◆ What you should do:
Work through the data below and copy out every line where "string" is found.
━━ Given entries
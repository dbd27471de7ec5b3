"""The data tables: chunk files written and read whole, the listing of a
table's files kept between queries, and the quarantine of damaged files."""
from __future__ import annotations

import logging
import os
import posixpath
import re
import threading
from dataclasses import dataclass, replace
from pathlib import PurePath, PurePosixPath
from typing import Callable, NamedTuple

import numpy as np
import pyarrow as pa
import pyarrow.dataset as ds
import pyarrow.fs as pafs
import pyarrow.parquet as pq

from .. import fs
from .layout import (SCHEMA_VERSION, SCHEMA_VERSION_KEY, TABLES, DamagedFile, StoreError,
                     StoreLayout, _check_batch_id, _short, is_batch_id, iso_utc, utc_now,
                     older_version_error, version_1_error)
from .records import FAILED, QUEUED, ChunkStatus
from .schema import conform

_PARTITIONING = ds.partitioning(pa.schema([("batch_id", pa.string())]), flavor="hive")
_INDEX_LOCK = threading.Lock()

# columns whose type every reader relies on; a file that stores another type is damaged
CORE_COLUMN_TYPES = {"isotherm_id": pa.string(), "sorbent_id": pa.string(),
                     "adsorbate": pa.string(), "temperature_k": pa.float64(),
                     "branch": pa.string(), "model": pa.string()}
QUARANTINE_DIR = "quarantine"
_CHUNK_FILE_PATTERN = re.compile(r"^chunk-([0-9]{5})\.parquet$")

log = logging.getLogger(__name__)


class Store(StoreLayout):
    """The store under ``root``: a local path, a URI pyarrow.fs understands, or
    a path inside an explicitly given ``filesystem``."""

    def __init__(self, root: str | os.PathLike, filesystem: pafs.FileSystem | None = None):
        super().__init__(root, filesystem)
        # rankings: fragments and schema of the summaries, kept between queries
        self._summaries_index = _TableIndex("summaries")
        self._indexes: dict[str, _TableIndex] = {}  # the other tables, made on first use
        # table -> sorted [(path, size, mtime_ns)] of its files, or None to list the directory
        self.listing_source: Callable[[str], list | None] | None = None

    # tables
    def write_table(self, table: str, batch_id: str, chunk_index: int, data: pa.Table) -> PurePath:
        """Write one chunk file of ``table``, conformed to its declared schema
        (``schema.conform``: SchemaMismatch for a column it does not declare);
        the partition directory carries the batch id. StoreError on a store at
        an older schema version."""
        path = self.table_path(table, batch_id, chunk_index)
        data = conform(table, data)
        self.ensure_current_schema()
        # page checksums: a flipped byte is found when the file is verified, not read as a number
        fs.atomic_write(self.fs, str(path),
                        lambda fh: pq.write_table(data, fh, write_page_checksum=True))
        return path

    def read_chunk(self, table: str, batch_id: str, chunk_index: int) -> pa.Table:
        """One chunk file, read whole; DamagedFile (after quarantining it) when it
        cannot be read, and when it was quarantined before."""
        path = self.table_path(table, batch_id, chunk_index)
        try:
            data = pq.read_table(str(path), filesystem=self.fs, partitioning=None,
                                 page_checksum_verification=True)
        except FileNotFoundError:
            earlier = [d for d in self.damaged_files(batch_id)
                       if d["table"] == table and d["chunk"] == chunk_index]
            if earlier:
                raise DamagedFile(f"{table} file of chunk {chunk_index} of batch {batch_id} is "
                                  f"damaged ({earlier[-1]['reason']}); it was moved to "
                                  f"{earlier[-1]['file']}") from None
            raise
        except (OSError, pa.ArrowException) as exc:
            if fs.out_of_space(exc):
                raise
            record = self.quarantine(str(path), _short(exc))
            raise DamagedFile(f"{table} file of chunk {chunk_index} of batch {batch_id} is "
                              f"damaged ({record['reason']}); it was moved to "
                              f"{record['file']}") from None
        version = (data.schema.metadata or {}).get(SCHEMA_VERSION_KEY, b"?").decode()
        if version == "1":
            raise version_1_error(str(path), self.root)
        if version == "2":
            raise older_version_error(str(path), self.root)
        if version != SCHEMA_VERSION:
            raise StoreError(f"{path}: schema version {version}, this code reads {SCHEMA_VERSION}")
        return data

    # damaged files
    def verify_file(self, path: str, table: str) -> str | None:
        """Why the data file ``path`` is damaged (None = it reads whole, page
        checksums match where it has them, and its key columns have their types)."""
        try:
            data = pq.read_table(path, filesystem=self.fs, partitioning=None,
                                 page_checksum_verification=True)
        except (OSError, pa.ArrowException) as exc:
            if fs.out_of_space(exc) or isinstance(exc, FileNotFoundError):
                raise
            return _short(exc)
        if SCHEMA_VERSION_KEY not in (data.schema.metadata or {}):
            return "no sorbrank schema version: not a file this store wrote"
        for name, expected in CORE_COLUMN_TYPES.items():
            if name in data.schema.names and not (
                    data.schema.field(name).type.equals(expected)
                    or pa.types.is_null(data.schema.field(name).type)):
                return f"column {name!r} is {data.schema.field(name).type}, expected {expected}"
        return None

    def quarantine(self, path: str, reason: str) -> dict:
        """Move the damaged data file ``path`` to ``quarantine/<batch id>/`` with a
        record of why, log it, and mark its chunk: a results file's chunk reads
        as queued again (its inputs fit it anew: the embedded watch or the Celery
        broker watch queues it), an inputs file's chunk as failed (nothing can
        refit it). Returns the record; another process that moved it first wins."""
        relative = posixpath.relpath(path, self.base)
        table, part, name = PurePosixPath(relative).parts[-3:]
        batch_id, chunk = part.removeprefix("batch_id="), _CHUNK_FILE_PATTERN.fullmatch(name)
        if table not in TABLES or not is_batch_id(batch_id) or chunk is None:
            raise ValueError(f"not a chunk file of the store: {path}")
        chunk_index = int(chunk.group(1))
        now = utc_now()
        stem = f"{table}.chunk-{chunk_index:05d}.{now:%Y%m%dT%H%M%S%fZ}"
        folder = self._join(QUARANTINE_DIR, batch_id)
        record = {"batch_id": batch_id, "table": table, "chunk": chunk_index, "reason": reason,
                  "quarantined_at": iso_utc(now), "from": relative,
                  "file": posixpath.join(QUARANTINE_DIR, batch_id, f"{stem}.parquet")}
        self.fs.create_dir(str(folder), recursive=True)
        try:
            self.fs.move(path, str(folder / f"{stem}.parquet"))
        except FileNotFoundError:
            return record  # quarantined by another reader a moment ago
        self._write_json(folder / f"{stem}.json", record)
        log.error("quarantined damaged file %s (%s): moved to %s", relative, reason,
                  record["file"], extra={"batch_id": batch_id, "chunk": chunk_index,
                                         "outcome": "quarantined"})
        self._mark_damaged_chunk(record)
        return record

    def _mark_damaged_chunk(self, record: dict) -> None:
        batch_id, chunk_index = record["batch_id"], record["chunk"]
        found = self.read_chunk_statuses(batch_id).get(chunk_index)
        status = None if found is None else ChunkStatus.from_dict(found)
        if status is None or not status.settled:
            return  # not settled yet: its run writes the file again
        if record["table"] == "inputs":
            status = replace(status, state=FAILED, done=0, error=(
                f"DamagedFile: the inputs file is damaged ({record['reason']}) "
                f"and was moved to {record['file']}; the chunk cannot be refitted"))
        else:
            status = ChunkStatus(QUEUED, attempts=0, refit_after_damage=record["file"])
        self.write_chunk_status(batch_id, chunk_index, status.to_dict())
        try:  # the batch is unfinished again (or settled differently): final.json is rewritten
            self.fs.delete_file(str(self.batch_dir(batch_id) / "final.json"))
        except FileNotFoundError:
            pass

    def damaged_files(self, batch_id: str) -> list[dict]:
        """The quarantine records of one batch, oldest first."""
        folder = self._join(QUARANTINE_DIR, _check_batch_id(batch_id))
        names = sorted(i.base_name for i in fs.list_dir(self.fs, str(folder))
                       if i.base_name.endswith(".json") and not i.base_name.startswith("."))
        records = [self._read_json(folder / name) for name in names]
        return sorted((r for r in records if r), key=lambda r: r["quarantined_at"])

    def quarantined_count(self) -> int:
        """Files moved to quarantine, over every batch."""
        return sum(1 for i in fs.list_dir(self.fs, str(self._join(QUARANTINE_DIR)), recursive=True)
                   if i.base_name.endswith(".parquet") and not i.base_name.startswith("."))

    def dataset(self, table: str, batch_id: str | None = None) -> ds.Dataset | None:
        """Chunks of ``table`` across batches (or of one batch), schemas unified.

        Only accepted batches (manifest on disk) and verified files: a damaged
        one is quarantined on first sight. None when there are no data files
        yet; StoreError on a version-1 store.
        """
        if table not in TABLES:
            return None
        self._refuse_version_1()
        if batch_id is not None:
            _check_batch_id(batch_id)
        snap = self.snapshot(table)
        if batch_id is None:
            return snap.dataset
        fragments = [f for f, b in zip(snap.fragments, snap.batch_of_file) if b == batch_id]
        return _dataset_of(self, fragments)

    def snapshot(self, table: str) -> TableSnapshot:
        """``table``'s files as listed now, verified, with their dataset (kept
        between calls; unlike ``dataset``, no check for a version-1 store)."""
        return self._index(table).current(self)

    def _index(self, table: str) -> "_TableIndex":
        if table == "summaries":
            return self._summaries_index
        with _INDEX_LOCK:
            return self._indexes.setdefault(table, _TableIndex(table))

    def query(self, table: str, where: ds.Expression | None = None) -> pa.Table:
        data = self.dataset(table)
        if data is None:
            return pa.table({})
        return data.to_table(filter=where)

    def batch_table(self, table: str, batch_id: str) -> pa.Table:
        data = self.dataset(table, batch_id)
        return pa.table({}) if data is None else data.to_table()

class _FileEntry(NamedTuple):
    """One data file of a table as the listing last saw it."""

    size: int | None
    mtime_ns: int | None
    fragment: ds.ParquetFileFragment
    batch_id: str | None           # its partition value
    own_batch_column: bool         # the file stores a batch_id column itself


@dataclass
class TableSnapshot:
    """The table's files as one listing found them."""

    key: tuple
    dataset: ds.Dataset | None
    fragments: list
    batch_of_file: list            # partition value (batch id) of each fragment
    own_batch_column: bool         # some file stores a batch_id column itself
    combined: dict                 # column name -> array over every file, file order
    index: "_TableIndex"           # what keeps the columns between listings
    lengths: np.ndarray | None = None

    def key_columns(self, names: list[str]) -> dict[str, pa.Array]:
        """``names`` over every file of the snapshot, in its file and row order
        (each file's columns read once, when it first appears)."""
        return self.index.key_columns(self, names)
━━━━
◆ Answer space:
_PARTITIONING = ds.partitioning(pa.schema([("batch_id", pa.string())]), flavor="hive")
CORE_COLUMN_TYPES = {"isotherm_id": pa.string(), "sorbent_id": pa.string(),
                     "adsorbate": pa.string(), "temperature_k": pa.float64(),
                     "branch": pa.string(), "model": pa.string()}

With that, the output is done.